Band structure and carrier concentration of Gallium Arsenide Antimonide (GaAsSb)

Band structure and carrier concentration

Basic Parameters
Temperature Dependences
Dependence of the Energy Gap on Hydrostatic Pressure
Effective Masses
Donors and Acceptors

Basic Parameters

Energy gap	1.42-1.9x+1.2x² (for 0<x<0.3)
Effective conduction band density of states	2.5·10¹⁹·(0.063-0.0495x+0.0258x²)^3/2 cm^-3

	Band structure and carrier concentration of GaAs. 300 K E_g = 1.42 eV E_L = 1.71 eV E_X= 1.90 eV E_so = 0.34 eV
	Band structure and carrier concentration of GaSb. 300 K E_g= 0.726 eV E_L = 0.81 eV E_X = 1.03 eV E_so = 0.8 eV
	Variation of energy gap E_g with composition x for GaAs_1-xSb_x (Biryulin et al. (1979,a)).

For 0 < x < 0.3 at 300K:

Eg =1.42 - 1.9x + 1.2x²

Energy separation between L- valley of conduction band and top of the valence band
(curve 1; Rosenbaum and Woolley (1975))
and energy gap
(Curves 2-4; Taylor and Fortin (1970)) versus composition x.
2 - T=100 K, 3 - T=210 K, 1,4 -T=300 K.

Temperature Dependences

Temperature dependence of energy gap Eg for GaAs_1-xSb_x.
1 - x = 0.026,
2 - x = 0.05.
( Biryulin et al. (1979,b)).

For GaAs (x=0)

E_g=1.519-5.405·10^-4·T²/(T+204) (eV),

For GaSb (x=1)

E_g = 0.813 - 3.78·10^-4·T²(T+94) (eV),
where T is temperature in degrees K (0 < T < 300).
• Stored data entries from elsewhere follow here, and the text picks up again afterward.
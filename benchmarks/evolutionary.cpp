// SPDX-License-Identifier: MIT
// Evolutionary search and the certified front on one and the same problem: how long until a share
// of the certified hypervolume is reached.
//
// The problem: the demo lever in all materials and routes of the starter table, as rectangle,
// ellipse, round tube and rectangular tube with free ratios; every (candidate, mode) is a group,
// which the evolutionary algorithms see as a categorical variable.
//
// Hypervolume: objectives are divided by the reference point, 1.1 times the largest mass and the
// largest cost on the certified front, so that its box is the unit square. The true front's
// hypervolume lies between that of the certified points (rows "certified", "hypervolume") and that
// of the same points divided by 1 + epsilon ("hypervolume_at_most", for designs whose utilisations
// are all <= 1 - delta); shares are taken of the former.
//
// A share is reached at the evaluation that brings the set of all feasible points met so far to it:
// the problem itself watches, so no trace is needed. Times are processor times of the one thread at
// work, watching and the making of the population included.
#include "inputs.hpp"
#include "sizing/enumeration.hpp"
#include "sizing/free_problem.hpp"
#include "sizing/shape_section.hpp"

#include <benchmark/benchmark.h>

#include <bismar/evolve/evolve.hpp>
#include <bismar/sizing/front.hpp>
#include <bismar/solver/certified_front.hpp>

#include <algorithm>
#include <array>
#include <cmath>
#include <cstdint>
#include <ctime>
#include <iterator>
#include <limits>
#include <memory>
#include <set>
#include <span>
#include <stop_token>
#include <string>
#include <vector>

namespace bismar::benchmarks {

namespace {

constexpr double infinity = std::numeric_limits<double>::infinity();
constexpr std::array shares = {0.9, 0.99, 0.999};
constexpr std::array<const char*, 3> share_names = {"90", "99", "99.9"};
constexpr std::uint32_t seeds = 9;
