StoredResult read_result_text(std::string_view text,
                              const std::string& name,
                              const std::string& folder) {
  const FloatingPointGuard guard;
  FaultList faults;
  JsonDocument document;
  if (!document.parse(std::string(text), name, faults)) {
    faults.throw_if_any();
  }
  const JsonValue& root = document.root();
  const JsonValue* version = root.find("bismar_result");
  if (version == nullptr || !version->is(Kind::number)) {
    Fault fault;
    fault.code = Code::missing;
    fault.where = document.where(root.offset, {});
    fault.allowed = "\"bismar_result\": " + std::to_string(result_format_version);
    fault.message =
        "this is no stored result: it has no \"bismar_result\". A result is written by "
        "`bismar front JOB --format json`.";
    throw Error(std::move(fault));
  }
  if (version->number != result_format_version) {
    Fault fault;
    fault.code = Code::version_unsupported;
    fault.where = document.where(version->offset, "/bismar_result");
    fault.found = version->text;
    fault.allowed = std::to_string(result_format_version);
    fault.message = "this result has format version " + version->text +
                    "; this program reads version " + std::to_string(result_format_version) + '.';
    throw Error(std::move(fault));
  }
  StoredResult stored;
  const JsonValue* job = root.find("job");
  if (job == nullptr || !job->is(Kind::object)) {
    faults.add(
        Code::missing, document.where(root.offset, "/job"), "the stored result lacks its job.");
    faults.throw_if_any();
  }
  stored.job = load_job_text(detail::to_compact_text(*job), name + " (its job)", folder);
  ResultReader(document, faults, stored).read(root);
  faults.throw_if_any();
  stored.actual_digest = digest_of(root);
  return stored;
}

StoredResult read_result(const std::string& path, const std::string& folder) {
  const std::filesystem::path file(path);
  return read_result_text(read_table_file(path),
                          file.filename().string(),
                          folder.empty() ? file.parent_path().string() : folder);
}

}  // namespace bismar
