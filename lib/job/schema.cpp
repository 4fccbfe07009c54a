// SPDX-License-Identifier: MIT
#include "format.hpp"

#include <bismar/error.hpp>
#include <bismar/job/job.hpp>
#include <bismar/quantity/kind.hpp>

#include <nlohmann/json.hpp>

#include <string>

namespace bismar {

namespace {

using detail::Format;
using detail::Key;
using Json = nlohmann::ordered_json;
using Type = Format::Type;

/// A number as `parse_number` reads it; a minus only where the sign is free.
std::string number_pattern(bool negative) {
  return std::string(negative ? "[+-]?" : "[+]?") +
         "([0-9]+[.]?[0-9]*|[.][0-9]+)([eE][+-]?[0-9]+)?";
}

/// Behind a number a unit begins with something that is no digit, sign or mark; it may be "1/K".
const std::string& unit_pattern() {
  static const std::string pattern = "[ \\t]*([^0-9 \\t.,+-]|1/).*";
  return pattern;
}

std::string quantity_pattern(const Format& format) {
  const std::string number = number_pattern(format.sign == detail::Sign::any);
  const bool plain = detail::takes_plain_number(format.kind);
  if (format.type == Type::range) {
    const std::string start = "^(?!.*[.][.][.])[ \\t]*" + number;  // three points are no mark
    const std::string dots = "[ \\t]*([.][.]|\xE2\x80\xA6)[ \\t]*";
    const std::string unit = "(" + unit_pattern() + ")?";
    // A unit may hold any character, points too: the order of the ends is the loader's business.
    return plain ? start + unit + "(" + dots + number + unit + ")?[ \\t]*$"
                 : start + unit + dots + number + unit_pattern() + "$";
  }
  return "^[ \\t]*" + number + (plain ? "(" + unit_pattern() + ")?" : unit_pattern()) + "$";
}

Json schema_of(const Format& format);

Json schema_of_keys(const std::vector<Key>& keys) {
  Json schema{{"type", "object"}};
  Json needed = Json::array();
  Json known = Json::object();
  for (const Key& key : keys) {
    known[key.name] = schema_of(*key.format);
    if (key.required) {
      needed.push_back(key.name);
    }
  }
  schema["properties"] = std::move(known);
  if (!needed.empty()) {
    schema["required"] = std::move(needed);
  }
  schema["additionalProperties"] = false;
  return schema;
}

Json schema_of_number(const Format& format) {
  Json number{{"type", format.kind == QuantityKind::count ? "integer" : "number"}};
  if (format.sign == detail::Sign::positive) {
    number["exclusiveMinimum"] = 0;
  } else if (format.sign == detail::Sign::not_negative) {
    number["minimum"] = 0;
  }
  return number;
}

Json schema_of_quantity(const Format& format) {
  Json text{{"type", "string"}, {"pattern", quantity_pattern(format)}};
  const bool ratio_range = format.type == Type::range && detail::takes_plain_number(format.kind);
  text["examples"] = {ratio_range ? "0.5..2" : std::string(example_of(format.kind))};
  if (!detail::takes_plain_number(format.kind)) {
    return text;
  }
  return Json{{"anyOf", {schema_of_number(format), std::move(text)}}};
}

Json schema_of_map(const Format& format) {
  Json schema{{"type", "object"}};
  if (format.words.empty()) {
    schema["patternProperties"][format.key_pattern] = schema_of(*format.item);
  } else {
    for (const std::string& word : format.words) {
      schema["properties"][word] = schema_of(*format.item);
    }
  }
  schema["additionalProperties"] = false;
  return schema;
}

Json bare_schema_of(const Format& format) {
  switch (format.type) {
    case Type::text:
      return {{"type", "string"}, {"pattern", "[^ \\t\\r\\n]"}};
    case Type::boolean:
      return {{"type", "boolean"}};
    case Type::whole:
      return {{"enum", format.numbers}};
    case Type::quantity:
    case Type::range:
      return schema_of_quantity(format);
    case Type::word:
      return {{"enum", format.words}};
    case Type::list:
      return {{"type", "array"}, {"minItems", 1}, {"items", schema_of(*format.item)}};
    case Type::object:
      return schema_of_keys(format.keys);
    case Type::map:
      return schema_of_map(format);
    case Type::tagged: {
      Json all = Json::array();
      for (const Format::Variant& variant : format.variants) {
        all.push_back(schema_of_keys(variant.keys));
      }
      return {{"oneOf", std::move(all)}};
    }
    case Type::any_of: {
      Json all = Json::array();
      for (const Format& alternative : format.alternatives) {
        all.push_back(schema_of(alternative));
      }
      return {{"anyOf", std::move(all)}};
    }
  }
  throw InternalError("format of no type");
}

Json schema_of(const Format& format) {
  Json schema = Json::object();
  if (!format.about.empty()) {
    schema["description"] = format.about;
  }
  schema.update(bare_schema_of(format));
  return schema;
}

}  // namespace

std::string job_schema() {
  Json schema{{"$schema", "http://json-schema.org/draft-07/schema#"}, {"title", "Bismar job"}};
  schema.update(schema_of(detail::job_format()));
  return schema.dump(2) + '\n';
}

}  // namespace bismar
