// SPDX-License-Identifier: MIT
// One utilisation of every limit state that a bent and twisted steel tube in compression can meet:
// the ones that a plain job causes, and all that a job can name.
#include <benchmark/benchmark.h>

#include <bismar/mechanics/limit_state.hpp>
#include <bismar/mechanics/load_effects.hpp>
#include <bismar/mechanics/scaled_section.hpp>
#include <bismar/mechanics/section.hpp>

#include <vector>

namespace bismar::benchmarks {

namespace {

constexpr double length = 1.2;

struct Tube {
  SectionProperties section = bismar::round_tube(60.3e-3, 4e-3, Forming::hot_finished);
  MemberMaterial material;
  MemberLimits limits;
  LoadEffects effects;
  std::vector<const LimitState*> states;

  static LoadCase loads() {
    return cantilever({force(400.0, length),
                       force(200.0, length, Along::y),
                       torque(150.0, length),
                       axial(-2000.0)});
  }

  void name_everything() {
    LoadCase load_case = loads();
    load_case.fatigue = FatigueLoading{.cycles = 2e5, .stress_ratio = 0.0};
    load_case.eccentricity = 2e-3;
    load_case.acceleration_z = 9.80665;
    load_case.temperature_change = 20.0;
    effects = reduce(load_case, length);
    material.alpha = 12e-6;
    material.K_Ic = 80e6;
    material.steel = true;
    material.weld_yield_factor = material.weld_tensile_factor = 1.0;
    limits.rotation = 0.05;
    limits.frequency = 5.0;
    limits.elongation = 2e-3;
    limits.details.net_area = 0.9;
    limits.details.net_modulus = 0.85;
    limits.details.k_t_bending = 2.0;
    limits.details.notch_radius = 3e-3;
    limits.details.welded = true;
    limits.details.crack = Crack{.kind = Crack::Kind::surface, .depth = 5e-4, .half_length = 1e-3};
    limits.details.masses = {{2.0, length}};
  }

  explicit Tube(bool everything = false) : effects(reduce(loads(), length)) {
    material.rho = 7850.0;
    material.E = 210e9;
    material.G = 81e9;
    material.sigma_y = 355e6;
    material.tensile = 490e6;
    limits.deflection = 20e-3;
    limits.twist = 0.05;
    limits.height = 0.1;
    limits.width = 0.1;
    limits.wall = 3e-3;
    if (everything) {
      name_everything();
    }
    for (const LimitState* state : limit_states()) {
      if (state->applies(effects, limits, material, section)) {
        states.push_back(state);
      }
    }
  }
};

double all_utilisations(const Tube& tube, const SectionProperties& section) {
  double sum = 0.0;
  for (const LimitState* state : tube.states) {
    const CheckInput input{section, tube.material, tube.effects, tube.limits, length, 1.5};
    sum += state->utilisation(input);
  }
  return sum;
}

void report(benchmark::State& state, const Tube& tube, double sum) {
  state.counters["n"] = static_cast<double>(tube.states.size());
  state.counters["size"] = static_cast<double>(tube.effects.stations.size());
  state.counters["checksum"] = sum;
  state.SetItemsProcessed(state.iterations() * static_cast<std::int64_t>(tube.states.size()));
}

void utilisations(benchmark::State& state, bool everything) {
  const Tube tube(everything);
  double sum = 0.0;
  for (auto _ : state) {
    sum = all_utilisations(tube, tube.section);
    benchmark::DoNotOptimize(sum);
  }
  report(state, tube, sum);
}

void utilisations_and_section(benchmark::State& state) {
  const Tube tube;
  double sum = 0.0;
  for (auto _ : state) {
    sum = all_utilisations(tube, bismar::round_tube(60.3e-3, 4e-3, Forming::hot_finished));
    benchmark::DoNotOptimize(sum);
  }
  report(state, tube, sum);
}

BENCHMARK_CAPTURE(utilisations, plain, false)->Name("limit_states/bent_twisted_tube");
BENCHMARK_CAPTURE(utilisations, everything, true)->Name("limit_states/everything_named");
BENCHMARK(utilisations_and_section)->Name("limit_states/with_section");

/// Each limit state on its own.
void one_utilisation(benchmark::State& state, const LimitState* limit) {
  const Tube tube(true);
  double u = 0.0;
  for (auto _ : state) {
    const CheckInput input{tube.section, tube.material, tube.effects, tube.limits, length, 1.5};
    u = limit->utilisation(input);
    benchmark::DoNotOptimize(u);
  }
  state.counters["n"] = 1.0;
  state.counters["size"] = static_cast<double>(tube.effects.stations.size());
  state.counters["checksum"] = u;
}

const bool each_registered = [] {
  for (const LimitState* limit : Tube(true).states) {
    const std::string name = "limit_state/" + std::string(limit->id());
    benchmark::RegisterBenchmark(name.c_str(), one_utilisation, limit);
  }
  return true;
}();

}  // namespace

}  // namespace bismar::benchmarks
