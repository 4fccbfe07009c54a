// SPDX-License-Identifier: MIT
#pragma once

#include "checker.hpp"

#include <bismar/job/job.hpp>

#include <optional>
#include <set>
#include <string>
#include <string_view>
#include <vector>

namespace bismar::detail {

/// Turns values that a Checker found right into a job. What is absent or was a fault reads as
/// absent; names are held against the catalogue here, because the format does not know them.
class JobReader {
 public:
  JobReader(const JsonDocument& document, Checker& checker, Job& job)
      : document_(document), checker_(checker), job_(job) {}

  void read_title(const JsonValue& root);
  void read_catalogue(const JsonValue* value);
  void read_settings(const JsonValue* value);
  void read_exchange(const JsonValue* value);
  void read_parts(const JsonValue* value);

 private:
  using Words = std::vector<std::string_view>;

  // values
  [[nodiscard]] const JsonValue* get(const JsonValue& object, std::string_view key) const;
  [[nodiscard]] std::optional<double> quantity(const JsonValue& object,
                                               std::string_view key,
                                               QuantityKind kind) const;
  [[nodiscard]] std::optional<double> quantity(const JsonValue& value, QuantityKind kind) const;
  [[nodiscard]] std::optional<std::string> text(const JsonValue& object,
                                                std::string_view key) const;
  void set(bool& target, const JsonValue& object, std::string_view key) const;
  void set(double& target, const JsonValue& object, std::string_view key, QuantityKind kind) const;
  void set(std::optional<double>& target,
           const JsonValue& object,
           std::string_view key,
           QuantityKind kind) const;
  /// The texts of a list, each held against `words`.
  [[nodiscard]] std::vector<std::string> names(const JsonValue& object,
                                               std::string_view key,
                                               std::string_view what,
                                               const Words& words);

  // parts
  void collect_words();
  [[nodiscard]] Part read_part(const JsonValue& value);
  void read_member(const JsonValue& value, Member& member);
  void read_shape(const JsonValue& value, Member& member);
  /// One number, or a range as text.
  [[nodiscard]] static Ratio read_ratio(const JsonValue& value);
  void read_sizes(const JsonValue* value, const Shape& shape, Sizes& sizes);
  void read_load_case(const JsonValue& value, const Member& member, LoadCase& load_case);
  void read_load(const JsonValue& value, double length, LoadCase& load_case);
  [[nodiscard]] std::optional<double> station(const JsonValue& load,
                                              std::string_view key,
                                              double length);
  void read_own_mass(const JsonValue& value, LoadCase& load_case);
  void read_details(const JsonValue& value, double length, MemberDetails& details);
  [[nodiscard]] std::vector<SectionPoint> read_corners(const JsonValue& value);
  void read_limits(const JsonValue& value, Limits& limits);
  void read_property_limit(const JsonValue& value, Limits& limits);
  [[nodiscard]] std::optional<double> property_value(const JsonValue& value,
                                                     const std::string& unit);
  void read_operations(const JsonValue* value, Part& part);

  /// What the catalogue has, for names in limits. Views into the job's catalogue.
  struct CatalogueWords {
    Words materials, classes, processes, forms, media, routes, finishes, operations, stock;
  };

  const JsonDocument& document_;
  Checker& checker_;
  Job& job_;
  CatalogueWords words_;
  bool tables_read_ =
      true;  ///< Otherwise a name that is not found may stand in the table that failed.
};

}  // namespace bismar::detail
The temperature dependences of the intrinsic carrier concentration.
1 - x=0 (GaAs),
2 - x=0.3,
3 - x=0.8,
4 - x=1 (GaSb) .

Dependences on Hydrostatic Pressure

For GaAs (x=0)

       E_g = E_g(0) + 0.0126·P - 3.77·10^-5P² (eV)
       E_L = E_L(0) + 5.5·10^-3P (eV)
       E_X = E_X(0) + 1.5·10^-3P (eV)

For GaSb (x=1)

       E_g = E_g(0) + 14.5·10^-3P (eV)
       E_L = E_L(0) + 5.0·10^-3P (eV)
       E_X = E_X(0) - 1.5·10^-3P (eV),
where P is pressure in kbar.

Effective Masses

Electrons:

m_Γ=(0.063 - 0.0495x + 0.0258x²)m_o

Dependence of electron effective mass m on composition parameter x.
The curve is calculated.
Dashed part of the curve corresponds to the miscibility gap.
Symbols are experimental data taken from Delvin et al. (1981).

Holes:

Heavy	m_h = (0.51 - 0.11x) m_o
Light	m_lp = (0.082 - 0.032x )m_o
Split-off band	m_so = 0.15 m_o

Donors and Acceptors

Ionization energies of shallow donors (meV)

	S	Se	Te
x=0 (GaAs):	6	6	30
x=1 (GaSb): L	150	50	20
x=1 (GaSb): X	300	230	<80

For typical donor concentrations N_d≥10¹⁷ cm^-3 the shallow donor states in GaSb connected with Γ - valley did not appear.

Ionization energies of shallow acceptors (meV)

	Si	Zn	Ge
x=0 (GaAs):	30 100 220	25	30
x=1 (GaSb):	10	37	9

The dominant acceptor of undoped GaSb seems to be a native defect.
This acceptor is doubly ionizable: E_a1 =30, E_a2 =100.